::: DATA PROVIDED :::

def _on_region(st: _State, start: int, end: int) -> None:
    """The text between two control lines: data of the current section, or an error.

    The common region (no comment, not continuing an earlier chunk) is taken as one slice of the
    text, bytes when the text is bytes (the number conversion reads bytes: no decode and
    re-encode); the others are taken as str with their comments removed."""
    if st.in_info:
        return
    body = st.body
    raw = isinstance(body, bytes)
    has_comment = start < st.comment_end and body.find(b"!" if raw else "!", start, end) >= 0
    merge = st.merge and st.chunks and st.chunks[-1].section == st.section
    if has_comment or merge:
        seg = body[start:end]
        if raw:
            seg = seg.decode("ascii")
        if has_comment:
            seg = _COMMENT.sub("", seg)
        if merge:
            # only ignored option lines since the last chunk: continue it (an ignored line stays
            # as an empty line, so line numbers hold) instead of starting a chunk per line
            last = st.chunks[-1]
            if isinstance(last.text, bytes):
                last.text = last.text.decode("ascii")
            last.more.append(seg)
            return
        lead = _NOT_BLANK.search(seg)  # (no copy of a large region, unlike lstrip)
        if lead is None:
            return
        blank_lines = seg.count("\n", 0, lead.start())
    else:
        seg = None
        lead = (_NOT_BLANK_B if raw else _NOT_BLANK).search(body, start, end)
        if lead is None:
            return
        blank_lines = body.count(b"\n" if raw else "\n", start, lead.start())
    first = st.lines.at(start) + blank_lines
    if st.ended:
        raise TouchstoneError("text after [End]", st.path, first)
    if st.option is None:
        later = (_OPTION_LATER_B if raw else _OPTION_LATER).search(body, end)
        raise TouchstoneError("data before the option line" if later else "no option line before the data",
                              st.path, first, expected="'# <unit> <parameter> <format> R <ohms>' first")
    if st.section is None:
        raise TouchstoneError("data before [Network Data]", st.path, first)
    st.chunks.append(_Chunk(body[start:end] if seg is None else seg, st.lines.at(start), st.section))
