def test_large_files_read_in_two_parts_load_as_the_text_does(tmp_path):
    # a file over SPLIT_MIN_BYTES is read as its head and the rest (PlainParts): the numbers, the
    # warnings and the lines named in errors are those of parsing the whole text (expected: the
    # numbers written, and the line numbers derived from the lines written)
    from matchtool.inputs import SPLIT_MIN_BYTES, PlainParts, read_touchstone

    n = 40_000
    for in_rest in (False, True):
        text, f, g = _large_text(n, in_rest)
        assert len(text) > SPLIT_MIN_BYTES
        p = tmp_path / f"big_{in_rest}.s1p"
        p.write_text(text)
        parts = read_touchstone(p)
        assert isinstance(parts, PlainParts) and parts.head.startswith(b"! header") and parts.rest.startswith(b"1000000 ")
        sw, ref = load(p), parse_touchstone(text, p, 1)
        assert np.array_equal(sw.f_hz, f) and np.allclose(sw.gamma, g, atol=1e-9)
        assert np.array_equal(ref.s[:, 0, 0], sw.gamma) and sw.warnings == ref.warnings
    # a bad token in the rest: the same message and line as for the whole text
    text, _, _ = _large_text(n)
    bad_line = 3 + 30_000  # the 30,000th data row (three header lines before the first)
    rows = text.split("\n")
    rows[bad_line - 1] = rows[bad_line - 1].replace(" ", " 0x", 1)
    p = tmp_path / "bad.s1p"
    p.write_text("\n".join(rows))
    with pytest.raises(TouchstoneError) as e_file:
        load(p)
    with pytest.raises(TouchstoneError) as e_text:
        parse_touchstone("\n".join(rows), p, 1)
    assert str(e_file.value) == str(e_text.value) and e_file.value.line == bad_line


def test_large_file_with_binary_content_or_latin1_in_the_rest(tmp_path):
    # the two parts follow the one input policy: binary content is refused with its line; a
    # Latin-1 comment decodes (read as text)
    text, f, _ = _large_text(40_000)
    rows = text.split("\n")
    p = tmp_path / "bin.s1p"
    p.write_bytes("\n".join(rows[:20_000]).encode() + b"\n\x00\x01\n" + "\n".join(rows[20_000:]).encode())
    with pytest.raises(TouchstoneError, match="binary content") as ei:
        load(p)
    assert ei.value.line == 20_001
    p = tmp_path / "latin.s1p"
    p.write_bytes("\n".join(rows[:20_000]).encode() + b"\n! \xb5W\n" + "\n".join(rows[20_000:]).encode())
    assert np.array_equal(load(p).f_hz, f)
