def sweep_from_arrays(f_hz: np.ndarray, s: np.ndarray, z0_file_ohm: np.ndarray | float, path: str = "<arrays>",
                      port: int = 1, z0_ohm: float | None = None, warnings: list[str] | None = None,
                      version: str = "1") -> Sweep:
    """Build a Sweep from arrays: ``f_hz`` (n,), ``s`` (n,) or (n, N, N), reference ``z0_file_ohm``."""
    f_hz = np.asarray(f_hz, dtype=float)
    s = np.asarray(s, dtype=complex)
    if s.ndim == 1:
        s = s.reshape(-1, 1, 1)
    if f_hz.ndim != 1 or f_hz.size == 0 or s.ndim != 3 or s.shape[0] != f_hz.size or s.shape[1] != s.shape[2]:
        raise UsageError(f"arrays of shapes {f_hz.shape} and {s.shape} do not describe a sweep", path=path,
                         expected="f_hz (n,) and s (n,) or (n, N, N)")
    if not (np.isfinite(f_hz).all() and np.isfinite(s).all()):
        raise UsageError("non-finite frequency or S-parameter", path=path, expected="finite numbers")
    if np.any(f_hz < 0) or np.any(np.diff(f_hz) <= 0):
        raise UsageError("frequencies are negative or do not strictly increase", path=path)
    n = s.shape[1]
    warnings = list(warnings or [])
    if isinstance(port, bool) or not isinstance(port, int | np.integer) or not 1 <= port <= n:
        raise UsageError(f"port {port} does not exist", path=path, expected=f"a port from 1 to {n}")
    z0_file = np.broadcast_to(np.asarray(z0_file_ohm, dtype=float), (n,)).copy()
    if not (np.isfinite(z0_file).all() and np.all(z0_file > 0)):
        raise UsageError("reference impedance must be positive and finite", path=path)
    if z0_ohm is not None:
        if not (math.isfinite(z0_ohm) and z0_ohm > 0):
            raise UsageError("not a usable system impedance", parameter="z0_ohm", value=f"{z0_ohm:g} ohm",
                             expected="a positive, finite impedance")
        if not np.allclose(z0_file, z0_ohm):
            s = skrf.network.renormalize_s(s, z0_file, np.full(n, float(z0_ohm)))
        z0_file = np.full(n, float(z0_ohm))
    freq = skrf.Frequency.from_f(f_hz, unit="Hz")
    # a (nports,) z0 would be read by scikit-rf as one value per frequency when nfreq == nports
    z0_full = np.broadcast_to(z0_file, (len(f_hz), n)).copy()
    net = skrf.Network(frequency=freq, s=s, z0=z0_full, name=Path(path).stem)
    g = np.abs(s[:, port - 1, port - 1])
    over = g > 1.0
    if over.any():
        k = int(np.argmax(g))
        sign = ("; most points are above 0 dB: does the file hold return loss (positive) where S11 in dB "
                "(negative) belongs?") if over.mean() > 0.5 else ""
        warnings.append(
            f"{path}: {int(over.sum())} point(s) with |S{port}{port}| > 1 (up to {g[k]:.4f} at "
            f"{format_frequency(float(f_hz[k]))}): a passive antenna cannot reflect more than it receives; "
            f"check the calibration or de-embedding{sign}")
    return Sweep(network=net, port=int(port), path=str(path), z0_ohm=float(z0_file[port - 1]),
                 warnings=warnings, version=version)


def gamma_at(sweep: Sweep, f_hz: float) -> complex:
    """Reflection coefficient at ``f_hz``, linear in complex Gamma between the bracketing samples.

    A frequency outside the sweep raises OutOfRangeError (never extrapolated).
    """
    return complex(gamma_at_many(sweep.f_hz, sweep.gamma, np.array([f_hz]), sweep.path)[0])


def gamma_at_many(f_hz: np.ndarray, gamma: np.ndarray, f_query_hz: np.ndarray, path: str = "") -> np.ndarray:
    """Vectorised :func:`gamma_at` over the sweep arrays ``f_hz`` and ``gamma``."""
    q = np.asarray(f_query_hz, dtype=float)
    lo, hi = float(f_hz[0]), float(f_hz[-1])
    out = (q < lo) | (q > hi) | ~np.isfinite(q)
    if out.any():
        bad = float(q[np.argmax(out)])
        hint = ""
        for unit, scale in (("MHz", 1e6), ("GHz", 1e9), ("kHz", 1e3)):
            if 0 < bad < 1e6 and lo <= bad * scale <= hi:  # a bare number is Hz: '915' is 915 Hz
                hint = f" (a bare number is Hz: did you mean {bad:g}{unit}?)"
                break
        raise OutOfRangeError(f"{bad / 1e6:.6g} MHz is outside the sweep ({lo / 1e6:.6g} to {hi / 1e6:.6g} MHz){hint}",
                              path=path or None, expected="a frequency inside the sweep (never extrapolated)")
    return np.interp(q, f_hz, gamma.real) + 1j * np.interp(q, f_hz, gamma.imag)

:::

**TASK TO COMPLETE:** From the line holding "p.write_text(text)" to the line holding "sw, ref = load(p), parse_touchstone(text, p, 1)", inclusive, restate each line above exactly as written.

**YOUR SOLUTION:**
        p.write_text(text)
        parts = read_touchstone(p)
        assert isinstance(parts, PlainParts) and parts.head.startswith(b"! header") and parts.rest.startswith(b"1000000 ")
        sw, ref = load(p), parse_touchstone(text, p, 1)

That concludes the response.